#### WHAT THE TASK ASKS
Find all lines in the listing that include the word "recipientKey", then copy them.

#### AVAILABLE RECORDS

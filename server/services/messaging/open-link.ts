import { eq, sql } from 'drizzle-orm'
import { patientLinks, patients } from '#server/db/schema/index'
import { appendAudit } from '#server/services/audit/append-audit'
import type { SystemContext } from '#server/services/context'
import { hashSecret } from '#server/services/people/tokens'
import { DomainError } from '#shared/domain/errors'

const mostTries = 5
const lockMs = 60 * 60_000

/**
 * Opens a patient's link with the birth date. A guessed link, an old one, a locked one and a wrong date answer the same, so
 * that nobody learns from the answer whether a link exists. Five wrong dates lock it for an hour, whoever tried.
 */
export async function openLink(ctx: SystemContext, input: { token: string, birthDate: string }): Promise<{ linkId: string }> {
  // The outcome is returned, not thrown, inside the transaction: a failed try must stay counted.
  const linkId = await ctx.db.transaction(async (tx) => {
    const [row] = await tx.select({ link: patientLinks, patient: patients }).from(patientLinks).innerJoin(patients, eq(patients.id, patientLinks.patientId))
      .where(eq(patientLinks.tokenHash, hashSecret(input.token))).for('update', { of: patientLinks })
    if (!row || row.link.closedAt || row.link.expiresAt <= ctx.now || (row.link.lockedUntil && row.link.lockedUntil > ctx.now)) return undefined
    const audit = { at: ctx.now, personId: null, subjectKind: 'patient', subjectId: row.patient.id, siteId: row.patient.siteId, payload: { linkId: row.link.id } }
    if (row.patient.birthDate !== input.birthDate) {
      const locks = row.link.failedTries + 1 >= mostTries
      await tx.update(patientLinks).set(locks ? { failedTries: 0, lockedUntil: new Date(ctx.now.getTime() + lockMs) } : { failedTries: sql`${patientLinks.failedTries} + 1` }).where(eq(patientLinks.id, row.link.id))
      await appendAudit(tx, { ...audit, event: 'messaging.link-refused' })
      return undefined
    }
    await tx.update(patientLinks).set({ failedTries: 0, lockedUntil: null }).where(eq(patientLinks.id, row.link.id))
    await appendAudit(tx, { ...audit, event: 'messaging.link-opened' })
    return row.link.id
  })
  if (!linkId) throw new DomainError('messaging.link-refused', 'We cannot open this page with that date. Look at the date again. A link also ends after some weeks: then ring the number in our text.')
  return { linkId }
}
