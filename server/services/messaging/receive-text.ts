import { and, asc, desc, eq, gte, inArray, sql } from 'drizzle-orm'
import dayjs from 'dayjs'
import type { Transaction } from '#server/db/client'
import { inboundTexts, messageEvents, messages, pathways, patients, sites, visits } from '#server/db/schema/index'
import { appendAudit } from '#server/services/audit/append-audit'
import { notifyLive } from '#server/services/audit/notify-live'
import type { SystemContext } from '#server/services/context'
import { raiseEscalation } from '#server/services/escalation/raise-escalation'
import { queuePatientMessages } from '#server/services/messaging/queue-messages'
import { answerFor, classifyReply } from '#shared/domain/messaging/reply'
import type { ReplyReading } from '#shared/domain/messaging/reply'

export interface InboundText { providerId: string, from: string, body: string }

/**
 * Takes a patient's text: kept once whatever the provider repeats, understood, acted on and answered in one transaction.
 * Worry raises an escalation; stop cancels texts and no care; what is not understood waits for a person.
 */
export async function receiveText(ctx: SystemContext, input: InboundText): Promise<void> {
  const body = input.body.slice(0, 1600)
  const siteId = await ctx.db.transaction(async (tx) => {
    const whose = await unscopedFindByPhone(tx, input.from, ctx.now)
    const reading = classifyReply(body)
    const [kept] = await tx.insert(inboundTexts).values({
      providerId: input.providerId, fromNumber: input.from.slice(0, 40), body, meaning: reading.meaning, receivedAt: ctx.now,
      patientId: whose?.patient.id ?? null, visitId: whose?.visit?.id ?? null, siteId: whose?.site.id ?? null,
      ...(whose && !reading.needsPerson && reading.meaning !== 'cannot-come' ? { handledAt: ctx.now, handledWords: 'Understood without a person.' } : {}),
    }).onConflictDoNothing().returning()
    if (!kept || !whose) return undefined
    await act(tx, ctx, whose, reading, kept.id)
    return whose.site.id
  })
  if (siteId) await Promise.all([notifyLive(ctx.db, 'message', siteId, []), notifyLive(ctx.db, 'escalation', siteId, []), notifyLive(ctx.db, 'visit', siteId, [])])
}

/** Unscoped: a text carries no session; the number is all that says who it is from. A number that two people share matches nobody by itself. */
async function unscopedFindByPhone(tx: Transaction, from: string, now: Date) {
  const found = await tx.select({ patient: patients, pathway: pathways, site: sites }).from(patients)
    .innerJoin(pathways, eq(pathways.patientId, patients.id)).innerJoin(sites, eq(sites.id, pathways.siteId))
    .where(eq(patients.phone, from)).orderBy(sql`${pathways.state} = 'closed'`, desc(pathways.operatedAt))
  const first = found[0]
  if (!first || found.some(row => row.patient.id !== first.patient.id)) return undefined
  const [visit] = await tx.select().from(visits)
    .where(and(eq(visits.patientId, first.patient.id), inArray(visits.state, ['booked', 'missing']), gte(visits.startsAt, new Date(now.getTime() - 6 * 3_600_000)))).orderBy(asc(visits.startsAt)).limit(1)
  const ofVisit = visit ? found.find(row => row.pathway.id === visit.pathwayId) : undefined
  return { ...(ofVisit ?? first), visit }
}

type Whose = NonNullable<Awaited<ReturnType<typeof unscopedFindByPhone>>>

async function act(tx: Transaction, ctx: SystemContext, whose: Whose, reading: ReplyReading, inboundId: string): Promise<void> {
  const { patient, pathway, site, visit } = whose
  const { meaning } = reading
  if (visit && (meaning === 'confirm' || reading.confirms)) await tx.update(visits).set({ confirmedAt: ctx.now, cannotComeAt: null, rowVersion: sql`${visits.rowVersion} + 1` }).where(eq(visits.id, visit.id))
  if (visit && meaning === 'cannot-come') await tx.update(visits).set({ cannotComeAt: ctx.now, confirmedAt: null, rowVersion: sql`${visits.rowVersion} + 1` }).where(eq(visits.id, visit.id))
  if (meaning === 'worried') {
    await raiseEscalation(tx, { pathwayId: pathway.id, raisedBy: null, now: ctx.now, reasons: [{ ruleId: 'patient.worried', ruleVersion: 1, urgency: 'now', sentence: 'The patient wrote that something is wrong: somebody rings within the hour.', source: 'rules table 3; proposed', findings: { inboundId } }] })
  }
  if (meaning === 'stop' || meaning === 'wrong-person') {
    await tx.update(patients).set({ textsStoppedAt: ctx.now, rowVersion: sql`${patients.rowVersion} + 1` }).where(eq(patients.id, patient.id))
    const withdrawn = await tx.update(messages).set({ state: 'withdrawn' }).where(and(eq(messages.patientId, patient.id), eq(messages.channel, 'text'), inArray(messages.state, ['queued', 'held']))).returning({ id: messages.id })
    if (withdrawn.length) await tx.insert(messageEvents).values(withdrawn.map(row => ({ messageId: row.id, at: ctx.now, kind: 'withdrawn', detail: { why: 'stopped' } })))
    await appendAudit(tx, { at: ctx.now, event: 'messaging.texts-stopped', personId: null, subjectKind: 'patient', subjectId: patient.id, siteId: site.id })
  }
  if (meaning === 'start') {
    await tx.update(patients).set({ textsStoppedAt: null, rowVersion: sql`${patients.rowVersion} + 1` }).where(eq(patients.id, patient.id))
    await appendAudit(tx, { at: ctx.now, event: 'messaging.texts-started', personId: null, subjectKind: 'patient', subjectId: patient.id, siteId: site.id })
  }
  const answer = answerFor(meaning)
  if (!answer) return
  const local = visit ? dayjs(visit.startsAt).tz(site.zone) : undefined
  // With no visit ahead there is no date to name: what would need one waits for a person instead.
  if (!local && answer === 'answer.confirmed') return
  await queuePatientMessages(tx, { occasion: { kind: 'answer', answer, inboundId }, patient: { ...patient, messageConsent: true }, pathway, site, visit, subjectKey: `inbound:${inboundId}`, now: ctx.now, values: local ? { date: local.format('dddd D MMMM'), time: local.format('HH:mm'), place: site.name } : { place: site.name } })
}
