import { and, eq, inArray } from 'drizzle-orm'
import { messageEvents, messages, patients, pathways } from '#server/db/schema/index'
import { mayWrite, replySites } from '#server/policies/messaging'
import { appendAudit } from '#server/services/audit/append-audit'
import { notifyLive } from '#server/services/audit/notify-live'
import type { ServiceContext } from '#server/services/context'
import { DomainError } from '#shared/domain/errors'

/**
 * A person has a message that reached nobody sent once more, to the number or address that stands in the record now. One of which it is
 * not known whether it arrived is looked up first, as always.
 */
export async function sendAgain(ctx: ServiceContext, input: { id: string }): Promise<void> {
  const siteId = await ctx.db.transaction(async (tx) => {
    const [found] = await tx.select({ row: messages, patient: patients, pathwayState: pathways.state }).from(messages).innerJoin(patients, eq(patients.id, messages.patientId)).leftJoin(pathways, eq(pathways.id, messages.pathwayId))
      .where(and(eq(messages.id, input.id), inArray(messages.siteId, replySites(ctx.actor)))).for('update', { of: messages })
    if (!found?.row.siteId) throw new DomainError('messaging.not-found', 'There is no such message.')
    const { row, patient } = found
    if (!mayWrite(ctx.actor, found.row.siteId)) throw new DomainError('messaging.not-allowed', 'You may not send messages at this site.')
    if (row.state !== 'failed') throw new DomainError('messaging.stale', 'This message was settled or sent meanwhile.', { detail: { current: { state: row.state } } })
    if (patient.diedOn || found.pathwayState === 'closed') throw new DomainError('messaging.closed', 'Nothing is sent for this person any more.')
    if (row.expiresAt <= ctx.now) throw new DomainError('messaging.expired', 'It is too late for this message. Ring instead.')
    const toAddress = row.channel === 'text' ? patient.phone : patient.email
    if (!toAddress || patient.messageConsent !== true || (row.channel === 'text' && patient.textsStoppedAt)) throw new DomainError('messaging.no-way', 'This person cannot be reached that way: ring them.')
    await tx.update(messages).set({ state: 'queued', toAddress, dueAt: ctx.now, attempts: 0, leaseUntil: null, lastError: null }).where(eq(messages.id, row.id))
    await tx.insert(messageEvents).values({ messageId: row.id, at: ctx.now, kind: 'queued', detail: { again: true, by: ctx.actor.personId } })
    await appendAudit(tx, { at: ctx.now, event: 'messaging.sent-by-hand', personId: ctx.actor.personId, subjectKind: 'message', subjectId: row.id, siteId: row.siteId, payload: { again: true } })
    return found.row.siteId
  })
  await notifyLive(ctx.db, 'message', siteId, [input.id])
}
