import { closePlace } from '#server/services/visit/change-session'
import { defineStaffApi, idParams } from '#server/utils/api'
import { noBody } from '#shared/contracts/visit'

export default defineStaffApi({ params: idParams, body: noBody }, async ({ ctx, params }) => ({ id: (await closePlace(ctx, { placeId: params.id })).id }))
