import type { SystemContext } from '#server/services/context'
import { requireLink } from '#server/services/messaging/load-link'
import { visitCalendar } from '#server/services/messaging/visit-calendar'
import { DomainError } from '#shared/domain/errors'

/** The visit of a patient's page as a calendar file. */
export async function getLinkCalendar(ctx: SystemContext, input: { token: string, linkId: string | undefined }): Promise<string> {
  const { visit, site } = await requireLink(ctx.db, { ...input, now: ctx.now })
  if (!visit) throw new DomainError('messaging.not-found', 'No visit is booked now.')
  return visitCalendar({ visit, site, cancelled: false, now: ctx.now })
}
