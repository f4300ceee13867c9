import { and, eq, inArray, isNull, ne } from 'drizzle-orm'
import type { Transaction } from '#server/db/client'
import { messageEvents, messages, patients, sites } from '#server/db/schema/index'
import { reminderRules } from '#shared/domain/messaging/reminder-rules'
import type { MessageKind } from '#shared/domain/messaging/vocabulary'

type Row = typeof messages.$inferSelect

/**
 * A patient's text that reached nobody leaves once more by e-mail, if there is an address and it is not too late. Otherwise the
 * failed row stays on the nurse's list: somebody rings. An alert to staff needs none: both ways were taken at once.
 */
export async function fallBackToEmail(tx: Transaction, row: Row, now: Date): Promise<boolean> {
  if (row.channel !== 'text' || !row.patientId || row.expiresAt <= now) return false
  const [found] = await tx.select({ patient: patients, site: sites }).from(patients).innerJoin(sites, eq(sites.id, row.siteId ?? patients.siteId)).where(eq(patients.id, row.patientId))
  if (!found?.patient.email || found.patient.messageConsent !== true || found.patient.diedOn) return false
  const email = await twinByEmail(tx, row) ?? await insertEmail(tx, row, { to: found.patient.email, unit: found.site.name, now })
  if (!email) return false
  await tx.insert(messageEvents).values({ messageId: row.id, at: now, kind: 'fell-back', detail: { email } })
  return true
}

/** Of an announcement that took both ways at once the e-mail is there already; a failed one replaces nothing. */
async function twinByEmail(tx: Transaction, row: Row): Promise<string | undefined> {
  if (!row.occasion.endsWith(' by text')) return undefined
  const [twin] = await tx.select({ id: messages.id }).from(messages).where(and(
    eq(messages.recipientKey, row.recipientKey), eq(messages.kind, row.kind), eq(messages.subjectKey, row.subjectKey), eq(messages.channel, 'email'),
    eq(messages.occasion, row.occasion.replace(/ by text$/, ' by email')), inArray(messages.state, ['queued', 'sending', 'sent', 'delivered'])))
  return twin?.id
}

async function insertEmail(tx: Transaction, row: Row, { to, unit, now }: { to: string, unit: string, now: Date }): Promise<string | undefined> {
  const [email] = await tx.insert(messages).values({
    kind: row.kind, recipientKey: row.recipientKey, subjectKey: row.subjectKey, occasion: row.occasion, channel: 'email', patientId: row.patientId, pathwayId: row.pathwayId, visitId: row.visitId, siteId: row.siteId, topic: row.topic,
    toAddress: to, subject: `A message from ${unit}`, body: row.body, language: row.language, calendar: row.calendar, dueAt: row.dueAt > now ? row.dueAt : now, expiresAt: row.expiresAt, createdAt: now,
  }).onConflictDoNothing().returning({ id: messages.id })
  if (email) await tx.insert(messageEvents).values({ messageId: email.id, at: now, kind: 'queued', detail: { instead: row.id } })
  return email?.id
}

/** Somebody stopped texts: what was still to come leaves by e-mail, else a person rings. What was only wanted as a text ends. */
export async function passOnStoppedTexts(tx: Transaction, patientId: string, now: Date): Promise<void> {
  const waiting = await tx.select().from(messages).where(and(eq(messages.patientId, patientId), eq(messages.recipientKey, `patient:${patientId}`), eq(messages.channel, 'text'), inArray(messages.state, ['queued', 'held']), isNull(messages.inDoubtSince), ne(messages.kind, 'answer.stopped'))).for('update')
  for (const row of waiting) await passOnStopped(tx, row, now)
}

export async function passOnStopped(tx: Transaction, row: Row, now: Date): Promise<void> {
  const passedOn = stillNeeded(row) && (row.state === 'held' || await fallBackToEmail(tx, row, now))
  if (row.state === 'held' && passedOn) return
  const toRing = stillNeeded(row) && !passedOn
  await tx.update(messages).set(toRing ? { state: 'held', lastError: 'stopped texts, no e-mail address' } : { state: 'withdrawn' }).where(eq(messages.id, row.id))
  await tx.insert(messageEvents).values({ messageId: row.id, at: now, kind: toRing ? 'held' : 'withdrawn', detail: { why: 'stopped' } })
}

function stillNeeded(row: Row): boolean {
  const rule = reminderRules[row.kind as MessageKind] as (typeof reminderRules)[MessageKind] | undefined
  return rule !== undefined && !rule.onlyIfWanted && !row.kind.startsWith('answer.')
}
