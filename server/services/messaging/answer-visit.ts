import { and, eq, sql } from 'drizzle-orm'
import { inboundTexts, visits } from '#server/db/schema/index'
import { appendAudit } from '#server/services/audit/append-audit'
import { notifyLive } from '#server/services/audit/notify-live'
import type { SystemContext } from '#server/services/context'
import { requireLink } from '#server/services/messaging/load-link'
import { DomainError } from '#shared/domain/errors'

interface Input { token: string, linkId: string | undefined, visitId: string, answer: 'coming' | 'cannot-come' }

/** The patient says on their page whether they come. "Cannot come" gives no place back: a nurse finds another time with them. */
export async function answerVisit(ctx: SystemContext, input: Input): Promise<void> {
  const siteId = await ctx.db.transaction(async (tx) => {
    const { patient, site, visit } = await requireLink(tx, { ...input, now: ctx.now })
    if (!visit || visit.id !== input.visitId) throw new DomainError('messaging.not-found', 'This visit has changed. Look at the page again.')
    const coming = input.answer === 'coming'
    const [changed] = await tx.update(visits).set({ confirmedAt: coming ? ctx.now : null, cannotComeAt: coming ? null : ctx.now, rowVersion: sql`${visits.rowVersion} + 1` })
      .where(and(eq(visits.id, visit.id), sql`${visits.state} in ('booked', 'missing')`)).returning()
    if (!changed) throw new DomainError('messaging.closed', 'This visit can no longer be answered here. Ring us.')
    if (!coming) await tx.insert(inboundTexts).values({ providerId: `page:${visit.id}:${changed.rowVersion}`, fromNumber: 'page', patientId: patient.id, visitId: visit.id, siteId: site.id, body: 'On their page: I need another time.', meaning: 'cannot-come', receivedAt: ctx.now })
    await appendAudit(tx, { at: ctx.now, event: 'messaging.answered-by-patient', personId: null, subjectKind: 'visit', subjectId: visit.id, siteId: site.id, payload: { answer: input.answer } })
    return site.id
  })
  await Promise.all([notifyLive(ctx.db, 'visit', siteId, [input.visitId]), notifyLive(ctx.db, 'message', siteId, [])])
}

#### YOUR RESPONSE
    eq(messages.recipientKey, row.recipientKey), eq(messages.kind, row.kind), eq(messages.subjectKey, row.subjectKey), eq(messages.channel, 'email'),
    kind: row.kind, recipientKey: row.recipientKey, subjectKey: row.subjectKey, occasion: row.occasion, channel: 'email', patientId: row.patientId, pathwayId: row.pathwayId, visitId: row.visitId, siteId: row.siteId, topic: row.topic,
  const waiting = await tx.select().from(messages).where(and(eq(messages.patientId, patientId), eq(messages.recipientKey, `patient:${patientId}`), eq(messages.channel, 'text'), inArray(messages.state, ['queued', 'held']), isNull(messages.inDoubtSince), ne(messages.kind, 'answer.stopped'))).for('update')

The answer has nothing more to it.